Один раз в праздничный день хозяин все же снял футляр с полка, сдул с него густой слой пыли, вынул скрипку и хотел натянуть струны. Но Бычиха замахала на него руками и оскалилась так, будто хотела унять непрошеного музыканта зубами.
— Ребенок спит, дурень ты старый! — уже немного позже прошипела она.
Малыш все-таки проснулся, видно, от шипения матери. Вообще спал он плохо и все чаще и чаще требовал, чтоб его все время качали. Окрестили беспокойного наследника совсем недавно, а больше месяца он жил без имени. Потому и привыкли звать просто «малыш».
Не крестили ребенка по двум причинам. Во-первых, потому, что родители не могли выбрать такое имя, которое было бы по нраву им обоим. Когда отец называл одно, то мать — другое; если мать выбирала что-то на свой вкус, то не соглашался отец. А во-вторых — совсем захромал их Хрумкач, и не на чем было отвезти ребенка в церковь. Нести же за три километра пешком ни отец, ни мать не хотели, да и не могли нарушать заведенный обычай; в нашей деревне детей крестить все возили, а не носили. Тут родители проявляли полное единомыслие.
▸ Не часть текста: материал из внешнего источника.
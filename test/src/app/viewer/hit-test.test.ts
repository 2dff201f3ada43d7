import { expect } from 'chai';
import type { AnnotationKind } from '../../../../shared/annotations/annotations';
import type { Point } from '../../../../shared/annotations/geometry';
import {
  boundsIntersect,
  boundsOf,
  distanceToPath,
  growBounds,
  hitsShape,
  nearestVertex,
  pointInRing,
  topmostHit,
  type HitTarget,
} from '../../../../src/app/viewer/hit-test';

const target = (key: string, kind: AnnotationKind, points: Point[], label = ''): HitTarget => ({ key, kind, points, label, bounds: boundsOf(points) });
const square: Point[] = [[0, 0], [100, 0], [100, 100], [0, 100]];
/** A U open at the top: the notch (40…60, 0…80) is outside. */
const uShape: Point[] = [[0, 0], [40, 0], [40, 80], [60, 80], [60, 0], [100, 0], [100, 100], [0, 100]];

describe('client: hit testing, bounds', () => {
  it('finds the box around a shape', () => {
    expect(boundsOf([[5, -2], [-3, 8], [1, 1]])).to.deep.equal({ minX: -3, minY: -2, maxX: 5, maxY: 8 });
  });

  it('sees boxes that overlap or touch as intersecting, and apart ones as not', () => {
    const a = { minX: 0, minY: 0, maxX: 10, maxY: 10 };

    expect(boundsIntersect(a, { minX: 5, minY: 5, maxX: 20, maxY: 20 })).to.equal(true);
    expect(boundsIntersect(a, { minX: 10, minY: 0, maxX: 20, maxY: 10 })).to.equal(true);
    expect(boundsIntersect(a, { minX: 11, minY: 0, maxX: 20, maxY: 10 })).to.equal(false);
    expect(boundsIntersect(a, { minX: 0, minY: -9, maxX: 10, maxY: -1 })).to.equal(false);
  });

  it('grows a box on every side', () => {
    expect(growBounds({ minX: 0, minY: 0, maxX: 10, maxY: 10 }, 6)).to.deep.equal({ minX: -6, minY: -6, maxX: 16, maxY: 16 });
  });
});

describe('client: hit testing, rings and paths', () => {
  it('tells inside from outside a square', () => {
    expect(pointInRing([50, 50], square)).to.equal(true);
    expect(pointInRing([150, 50], square)).to.equal(false);
    expect(pointInRing([50, -1], square)).to.equal(false);
  });

  it('puts the notch of a concave outline outside it', () => {
    expect(pointInRing([50, 40], uShape)).to.equal(false);
    expect(pointInRing([20, 40], uShape)).to.equal(true);
    expect(pointInRing([50, 90], uShape)).to.equal(true);
  });

  it('measures to the closing edge of a ring but not of an open line', () => {
    // (−3, 50) is 3 px from the closing edge x = 0; the open path's nearest end is (0, 100): √(9 + 2500) = 50.09 [C].
    expect(distanceToPath([-3, 50], square, true)).to.equal(3);
    expect(distanceToPath([-3, 50], square, false)).to.be.closeTo(Math.hypot(3, 50), 1e-12);
  });

  it('measures to a lone point as the distance to it', () => {
    expect(distanceToPath([3, 4], [[0, 0]], false)).to.equal(5);
  });
});

describe('client: hit testing, one shape', () => {
  it('hits a line within 6 screen px of it, in image pixels at the current zoom', () => {
    const line = target('l', 'polyline', [[0, 0], [100, 0]]);

    expect(hitsShape(line, [50, 5.9], 1)).to.equal(true);
    expect(hitsShape(line, [50, 6.1], 1)).to.equal(false);
    // Zoomed out 4×: one screen px is 4 image px, so 6 screen px reach 24 image px [C].
    expect(hitsShape(line, [50, 23], 4)).to.equal(true);
    expect(hitsShape(line, [50, 25], 4)).to.equal(false);
  });

  it('hits an outline anywhere inside and near its edge, but not in its notch', () => {
    const region = target('u', 'polygon', uShape);

    expect(hitsShape(region, [20, 50], 1)).to.equal(true);
    expect(hitsShape(region, [-4, 50], 1)).to.equal(true);
    expect(hitsShape(region, [50, 40], 1)).to.equal(false);
  });

  it('hits the inside of a rectangle but not the inside of a polyline that happens to close', () => {
    expect(hitsShape(target('r', 'rectangle', square), [50, 50], 1)).to.equal(true);
    expect(hitsShape(target('p', 'polyline', [...square, [0, 0]]), [50, 50], 1)).to.equal(false);
  });

  it('hits a point marker within its radius plus the tolerance', () => {
    // 5 px marker + 6 px tolerance = 11 px [C].
    const marker = target('p', 'point', [[10, 10]]);

    expect(hitsShape(marker, [10, 20.9], 1)).to.equal(true);
    expect(hitsShape(marker, [10, 21.1], 1)).to.equal(false);
  });

  it('hits a note on its text, drawn to the right of and above its pin', () => {
    const note = target('n', 'text', [[100, 100]], 'oxide chain');

    expect(hitsShape(note, [150, 90], 1)).to.equal(true);
    expect(hitsShape(note, [150, 110], 1)).to.equal(false);
    expect(hitsShape(note, [60, 90], 1)).to.equal(false);
  });

  it('makes a longer note wider to hit, up to a limit', () => {
    const short = target('s', 'text', [[0, 100]], 'pore');
    const long = target('l', 'text', [[0, 100]], 'x'.repeat(200));

    expect(hitsShape(short, [120, 95], 1)).to.equal(false);
    expect(hitsShape(long, [120, 95], 1)).to.equal(true);
    expect(hitsShape(long, [1000, 95], 1)).to.equal(false);
  });
});

describe('client: hit testing, the shape under the pointer', () => {
  it('picks the shape drawn last where two overlap', () => {
    const lines = [target('first', 'polyline', [[0, 0], [100, 0]]), target('second', 'polyline', [[0, 1], [100, 1]])];

    expect(topmostHit(lines, [50, 0.5], 1)).to.equal('second');
  });

  it('picks a small mark inside a large region even when the region was drawn later', () => {
    const shapes = [target('particle', 'point', [[50, 50]]), target('grain', 'polygon', square)];

    expect(topmostHit(shapes, [51, 50], 1)).to.equal('particle');
  });

  it('picks the region when the pointer is inside it and on nothing else', () => {
    const shapes = [target('particle', 'point', [[10, 10]]), target('grain', 'polygon', square)];

    expect(topmostHit(shapes, [60, 60], 1)).to.equal('grain');
  });

  it('picks the region whose edge is under the pointer over one it is merely inside', () => {
    const shapes = [target('inner', 'polygon', [[20, 20], [80, 20], [80, 80], [20, 80]]), target('outer', 'polygon', square)];

    expect(topmostHit(shapes, [21, 50], 1)).to.equal('inner');
    expect(topmostHit(shapes, [99, 50], 1)).to.equal('outer');
  });

  it('finds nothing on empty ground', () => {
    expect(topmostHit([target('grain', 'polygon', square)], [300, 300], 1)).to.equal(null);
    expect(topmostHit([], [0, 0], 1)).to.equal(null);
  });
});

describe('client: hit testing, vertex handles', () => {
  it('finds the nearest vertex within 8 screen px', () => {
    expect(nearestVertex(square, [97, 2], 1)).to.equal(1);
    expect(nearestVertex([[0, 0], [4, 0]], [3, 0], 1)).to.equal(1);
  });

  it('finds none farther away, scaled by the zoom', () => {
    expect(nearestVertex(square, [50, 50], 1)).to.equal(-1);
    expect(nearestVertex(square, [10, 0], 1)).to.equal(-1);
    // Zoomed out 2×: 8 screen px reach 16 image px [C].
    expect(nearestVertex(square, [10, 0], 2)).to.equal(0);
  });
});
Когда же наконец повезли малыша в церковь, то поп сказал, что по очередным святцам сын должен называться Пантелеймоном, и родители покорно согласились с ним. Богдану даже понравилось, что такого имени нигде вокруг не слышал. Сын представлялся ему сразу большим, плечистым, и радость переполняла все нутро.
— А как, батюшка, когда… это самое… он еще маленький? — несмело спросил отец, и по краям его слегка сгорбленного носа выступили красноватые полоски смущения. — Как будем звать его маленького?
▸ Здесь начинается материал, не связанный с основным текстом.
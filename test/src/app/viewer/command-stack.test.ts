import { expect } from 'chai';
import { CommandStack, invert, type ShapeCommand, type ShapeState } from '../../../../src/app/viewer/command-stack';

const shape = (label: string): ShapeState => ({ classId: 'c-oxide', kind: 'polygon', points: [[0, 0], [10, 0], [10, 10]], label });

/** Shapes by key, changed the way the viewer applies a command. */
function apply(shapes: Map<string, ShapeState>, c: ShapeCommand): void {
  if (c.type === 'delete') shapes.delete(c.key);
  else shapes.set(c.key, c.type === 'create' ? c.shape : c.after);
}

describe('client: viewer undo, inverse commands', () => {
  it('undoes a creation by a deletion and a deletion by a creation', () => {
    expect(invert({ type: 'create', key: 'k1', shape: shape('a') })).to.deep.equal({ type: 'delete', key: 'k1', shape: shape('a') });
    expect(invert({ type: 'delete', key: 'k1', shape: shape('a') })).to.deep.equal({ type: 'create', key: 'k1', shape: shape('a') });
  });

  it('undoes an edit by swapping before and after', () => {
    expect(invert({ type: 'update', key: 'k1', before: shape('old'), after: shape('new') })).to.deep.equal({ type: 'update', key: 'k1', before: shape('new'), after: shape('old') });
  });

  it('brings the shapes back to where they were when each command is undone in turn', () => {
    const shapes = new Map<string, ShapeState>([['k0', shape('kept')]]);
    const before = structuredClone([...shapes]);
    const stack = new CommandStack<ShapeCommand>();
    const commands: ShapeCommand[] = [
      { type: 'create', key: 'k1', shape: shape('crack') },
      { type: 'update', key: 'k1', before: shape('crack'), after: shape('crack tip') },
      { type: 'delete', key: 'k0', shape: shape('kept') },
    ];
    for (const c of commands) {
      apply(shapes, c);
      stack.push(c);
    }

    for (let c = stack.undo(); c !== null; c = stack.undo()) apply(shapes, invert(c));

    expect([...shapes]).to.deep.equal(before);
  });

  it('redoes what was undone, ending where the edits ended', () => {
    const shapes = new Map<string, ShapeState>();
    const stack = new CommandStack<ShapeCommand>();
    for (const c of [{ type: 'create', key: 'k1', shape: shape('a') }, { type: 'update', key: 'k1', before: shape('a'), after: shape('b') }] as ShapeCommand[]) {
      apply(shapes, c);
      stack.push(c);
    }
    apply(shapes, invert(stack.undo()!));
    apply(shapes, invert(stack.undo()!));

    apply(shapes, stack.redo()!);
    apply(shapes, stack.redo()!);

    expect(shapes.get('k1')!.label).to.equal('b');
    expect(stack.redo()).to.equal(null);
  });
});

describe('client: viewer undo, history', () => {
  it('has nothing to undo or redo at first', () => {
    const stack = new CommandStack<string>();

    expect([stack.canUndo, stack.canRedo]).to.deep.equal([false, false]);
    expect(stack.undo()).to.equal(null);
    expect(stack.redo()).to.equal(null);
  });

  it('undoes the newest command first and offers it for redo', () => {
    const stack = new CommandStack<string>();
    stack.push('draw');
    stack.push('move');

    expect(stack.undo()).to.equal('move');
    expect([stack.canUndo, stack.canRedo]).to.deep.equal([true, true]);
    expect(stack.redo()).to.equal('move');
    expect(stack.canRedo).to.equal(false);
  });

  it('forgets the redo branch once something new is done', () => {
    const stack = new CommandStack<string>();
    stack.push('draw');
    stack.undo();

    stack.push('label');

    expect(stack.canRedo).to.equal(false);
    expect(stack.undo()).to.equal('label');
    expect(stack.undo()).to.equal(null);
  });

  it('keeps only the newest commands past its limit', () => {
    const stack = new CommandStack<number>(3);
    for (let i = 1; i <= 5; i++) stack.push(i);

    const undone = [stack.undo(), stack.undo(), stack.undo(), stack.undo()];

    expect(undone).to.deep.equal([5, 4, 3, null]);
  });

  it('keeps 200 commands by default', () => {
    const stack = new CommandStack<number>();
    for (let i = 1; i <= 201; i++) stack.push(i);
    let count = 0;
    let last: number | null = null;
    for (let c = stack.undo(); c !== null; c = stack.undo()) [count, last] = [count + 1, c];

    expect([count, last]).to.deep.equal([200, 2]);
  });

  it('drops commands about a shape that changed elsewhere, from both undo and redo', () => {
    const stack = new CommandStack<{ key: string; n: number }>();
    stack.push({ key: 'a', n: 1 });
    stack.push({ key: 'b', n: 2 });
    stack.push({ key: 'a', n: 3 });
    stack.undo();

    stack.dropWhere((c) => c.key === 'a');

    expect(stack.canRedo).to.equal(false);
    expect(stack.undo()).to.deep.equal({ key: 'b', n: 2 });
    expect(stack.undo()).to.equal(null);
  });

  it('forgets everything when cleared', () => {
    const stack = new CommandStack<string>();
    stack.push('a');
    stack.push('b');
    stack.undo();

    stack.clear();

    expect([stack.canUndo, stack.canRedo]).to.deep.equal([false, false]);
  });
});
«Ну, а тебе-то это зачем?» — хотел сказать поп, полагая, что ребенок у Бычихи не от него. Однако сдержался и рассудительно посоветовал, что для «облегчения» можно взять первую половину имени: Пантя.
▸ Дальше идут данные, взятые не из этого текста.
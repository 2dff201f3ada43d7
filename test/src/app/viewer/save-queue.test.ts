import { expect } from 'chai';
import type { ShapeState } from '../../../../src/app/viewer/command-stack';
import {
  enqueue,
  isRetryable,
  parseStoredQueue,
  pendingFor,
  resolveIds,
  retryDelayMs,
  storageKey,
  type NewChange,
  type PendingChange,
} from '../../../../src/app/viewer/save-queue';

const shape = (label: string): ShapeState => ({ classId: 'c1', kind: 'polygon', points: [[0, 0], [10, 0], [10, 10]], label });
const create = (key: string, label = 'a'): NewChange => ({ key, op: 'create', id: null, version: null, shape: shape(label) });
const update = (key: string, label: string, id: string | null = 'srv-1', version: number | null = 3): NewChange => ({ key, op: 'update', id, version, shape: shape(label) });
const remove = (key: string, id: string | null = 'srv-1', version: number | null = 3): NewChange => ({ key, op: 'delete', id, version, shape: null });
const run = (...changes: NewChange[]): PendingChange[] => changes.reduce<PendingChange[]>((q, c) => enqueue(q, c), []);

describe('client: save queue, folding changes to one entry per shape', () => {
  it('queues a new shape with no tries yet', () => {
    expect(run(create('k1'))).to.deep.equal([{ ...create('k1'), attempts: 0 }]);
  });

  it('keeps a shape drawn and then edited offline as one creation of the edited shape', () => {
    const q = run(create('k1', 'first'), update('k1', 'moved', null, null));

    expect(q).to.have.length(1);
    expect(q[0]!.op).to.equal('create');
    expect(q[0]!.shape?.label).to.equal('moved');
  });

  it('sends nothing for a shape drawn, moved and deleted before any answer', () => {
    expect(run(create('k1'), update('k1', 'moved', null, null), remove('k1', null, null))).to.deep.equal([]);
  });

  it('turns a created-then-deleted shape into a deletion once the server has given it an id', () => {
    const created = resolveIds(run(create('k1')), 'k1', 'srv-9', 1);
    const q = enqueue(created, remove('k1', null, null));

    expect(q).to.have.length(1);
    expect(q[0]).to.include({ op: 'delete', id: 'srv-9', version: 1, shape: null });
  });

  it('keeps only the last state of a stored shape edited twice', () => {
    const q = run(update('k1', 'one'), update('k1', 'two'));

    expect(q).to.have.length(1);
    expect(q[0]).to.include({ op: 'update', id: 'srv-1', version: 3 });
    expect(q[0]!.shape?.label).to.equal('two');
  });

  it('makes an edit followed by a deletion a deletion of the stored row', () => {
    const q = run(update('k1', 'one'), remove('k1'));

    expect(q).to.have.length(1);
    expect(q[0]).to.include({ op: 'delete', id: 'srv-1', version: 3, shape: null });
  });

  it('turns a deletion undone before it was sent into an update back to the old state', () => {
    const q = run(remove('k1'), create('k1', 'restored'));

    expect(q).to.have.length(1);
    expect(q[0]).to.include({ op: 'update', id: 'srv-1', version: 3 });
    expect(q[0]!.shape?.label).to.equal('restored');
  });

  it('keeps one deletion when a shape is deleted twice', () => {
    expect(run(remove('k1'), remove('k1'))).to.have.length(1);
  });

  it('keeps the order of shapes: a folded change stays where its shape first queued', () => {
    const q = run(create('k1'), create('k2'), create('k3'), update('k1', 'later', null, null));

    expect(q.map((c) => c.key)).to.deep.equal(['k1', 'k2', 'k3']);
  });

  it('leaves the other shapes alone when one drops out', () => {
    const q = run(create('k1'), create('k2'), remove('k1', null, null));

    expect(q.map((c) => c.key)).to.deep.equal(['k2']);
  });

  it('does not change the queue it was given', () => {
    const before = run(create('k1'));
    const copy = structuredClone(before);
    enqueue(before, update('k1', 'x', null, null));

    expect(before).to.deep.equal(copy);
  });
});

describe('client: save queue, ids and lookup', () => {
  it('fills in the server id and version of one shape only', () => {
    const q = resolveIds(run(create('k1'), create('k2')), 'k2', 'srv-2', 1);

    expect(pendingFor(q, 'k2')).to.include({ id: 'srv-2', version: 1 });
    expect(pendingFor(q, 'k1')).to.include({ id: null, version: null });
  });

  it('finds no entry for a shape with nothing waiting', () => {
    expect(pendingFor(run(create('k1')), 'k9')).to.equal(undefined);
  });
});

describe('client: save queue, retrying', () => {
  it('doubles the wait from 1 s with each failure when the spread is centred', () => {
    // Common practice, no source: exponential back-off with jitter.
    expect([1, 2, 3, 4].map((a) => retryDelayMs(a))).to.deep.equal([1000, 2000, 4000, 8000]);
  });

  it('caps the wait at a minute', () => {
    expect(retryDelayMs(30)).to.equal(60_000);
  });

  it('spreads the wait by a quarter either way', () => {
    // Hand-computed: 4 s ± 25 % is 3 s … 5 s.
    expect(retryDelayMs(3, 0)).to.equal(3000);
    expect(retryDelayMs(3, 1)).to.equal(5000);
  });

  it('retries network failures, timeouts, rate limits and server errors', () => {
    expect([0, 408, 429, 500, 502, 503].every(isRetryable)).to.equal(true);
  });

  it('does not retry a refusal that would be refused again', () => {
    expect([400, 401, 403, 404, 409, 422].some(isRetryable)).to.equal(false);
  });
});

describe('client: save queue, surviving a reload', () => {
  it('reads back a queue it stored', () => {
    const q = resolveIds(run(create('k1'), remove('k2')), 'k1', 'srv-7', 2);

    expect(parseStoredQueue(JSON.stringify(q))).to.deep.equal(q);
  });

  it('starts empty from nothing, broken JSON or something that is not a list', () => {
    expect(parseStoredQueue(null)).to.deep.equal([]);
    expect(parseStoredQueue('{not json')).to.deep.equal([]);
    expect(parseStoredQueue('{"key":"k1"}')).to.deep.equal([]);
  });

  it('drops entries that are not changes and keeps the good ones', () => {
    const good = { ...create('k1'), attempts: 1 };
    const stored = JSON.stringify([good, { key: 'k2', op: 'rename', id: null, version: null, shape: null, attempts: 0 }, { ...good, key: 'k3', shape: null }, null, 'k4']);

    expect(parseStoredQueue(stored)).to.deep.equal([good]);
  });

  it('keys the stored queue by image, so two images do not share one', () => {
    expect(storageKey('img-1')).to.not.equal(storageKey('img-2'));
    expect(storageKey('img-1')).to.include('img-1');
  });
});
Не сразу прижилась в хате эта первая половина имени сына. Говорить же малышу — Пантелеймошка, Пантелеймоночка или Пантелеймончик — тоже не очень легко, ведь и язык не каждый раз повернется как должно. Потому и привилось постепенно — Пантя. Сначала только в своей хате, а потом и у соседей, и во всей деревне.
Богдан Хотяновский заметно помолодел, воспрянул духом после рождения сына. И раньше он знал и не раз убеждался, что скрипкой не проживешь, но в своем несладком и неопределенном положении примака не очень налегал на другую работу, хоть руки имел золотые. При желании он мог все сделать по столярству и плотничеству, однако в хате вместо табуретки стояла колода, вместо кровати были кое-как сбитые полати. И во дворе все было запущено: и хлев, и хата, и забор. На поле Богдан почти вовсе не выходил. И все там везла на себе Бычиха. За это часто «попадало» примаку, но он терпел, зная, что примачий хлеб — собачий, а работы, особенно на Бычихиной трети раздела, чурался.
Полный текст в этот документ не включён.